The task: The number needed is how many lines of the data hold the string "Math". Give that number and nothing more.

Excerpted data:
/**
 * An independent computation of the displaced thermal populations, for the tests: exact rational
 * arithmetic (BigInt) for each matrix element, where the Laguerre polynomial's alternating sum cancels,
 * and a plain double sum of the positive terms after that.
 *
 * Displaced number states (Cahill & Glauber, Phys. Rev. 177, 1857 (1969), from memory; /work CHECKS list):
 * |<n|D(alpha)|k>|^2 = (m!/M!) a^(M - m) e^(-a) [L_m^(M - m)(a)]^2 with a = |alpha|^2, m = min(n, k),
 * M = max(n, k), and L_m^(j)(a) = sum_i (-1)^i C(m + j, m - i) a^i / i!. A thermal state displaced by
 * alpha has P_n = sum_k p_k |<n|D(alpha)|k>|^2 with p_k = nbar^k / (nbar + 1)^(k + 1).
 */

/** A non-negative or negative rational num/den with den > 0. */
interface Q {
  num: bigint;
  den: bigint;
}

function gcd(a: bigint, b: bigint): bigint {
  a = a < 0n ? -a : a;
  while (b !== 0n) [a, b] = [b, a % b];
  return a;
}
const q = (num: bigint, den = 1n): Q => {
  const g = gcd(num, den) || 1n;
  return { num: num / g, den: den / g };
};
const add = (x: Q, y: Q): Q => q(x.num * y.den + y.num * x.den, x.den * y.den);
const mul = (x: Q, y: Q): Q => q(x.num * y.num, x.den * y.den);

/** A rational to the nearest double (to about 1e-17 relative). */
function toNumber(x: Q): number {
  if (x.num === 0n) return 0;
  const shift = BigInt(Math.max(0, 64 - (x.num.toString(2).length - x.den.toString(2).length)));
  return Number((x.num << shift) / x.den) / 2 ** Number(shift);
}

function binomial(n: number, k: number): bigint {
  let r = 1n;
  for (let i = 1; i <= k; i++) r = (r * BigInt(n - k + i)) / BigInt(i);
  return r;
}

function laguerre(m: number, j: number, a: Q): Q {
  let s = q(0n);
  let power = q(1n); // a^i / i!
  for (let i = 0; i <= m; i++) {
    const term = mul(power, q(binomial(m + j, m - i)));
    s = add(s, i % 2 === 0 ? term : { num: -term.num, den: term.den });
    power = mul(power, q(a.num, a.den * BigInt(i + 1)));
  }
  return s;
}

/** e^a |<n|D|k>|^2 as an exact rational (the factor e^(-a) is applied in doubles). */
function elementSquared(n: number, k: number, a: Q): Q {
  const m = Math.min(n, k);
  const M = Math.max(n, k);
  let ratio = q(1n); // m!/M!
  for (let i = m + 1; i <= M; i++) ratio = q(ratio.num, ratio.den * BigInt(i));
  let ap = q(1n);
  for (let i = 0; i < M - m; i++) ap = mul(ap, a);
  const L = laguerre(m, M - m, a);
  return mul(mul(ratio, ap), mul(L, L));
}

/**
 * P_0 .. P_{count-1} of a thermal state with mean occupation nbarNum/nbarDen displaced by a = aNum/aDen,
 * summed over k < terms (the thermal tail beyond is (nbar/(nbar+1))^terms).
 */
export function displacedThermal(nbar: [bigint, bigint], a: [bigint, bigint], count: number, terms: number): number[] {
  const aq = q(a[0], a[1]);
  const nb = q(nbar[0], nbar[1]);
  const ratio = q(nb.num * 1n, nb.num + nb.den); // nbar / (nbar + 1)
  const p0 = q(nb.den, nb.num + nb.den); // 1 / (nbar + 1)
  const out: number[] = [];
  for (let n = 0; n < count; n++) {
    let sum = 0;
    let pk = p0;
    for (let k = 0; k < terms; k++) {
      sum += toNumber(mul(pk, elementSquared(n, k, aq)));
      pk = mul(pk, ratio);
    }
    out.push(sum * Math.exp(-toNumber(aq)));
  }
  return out;
}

Answer area: 4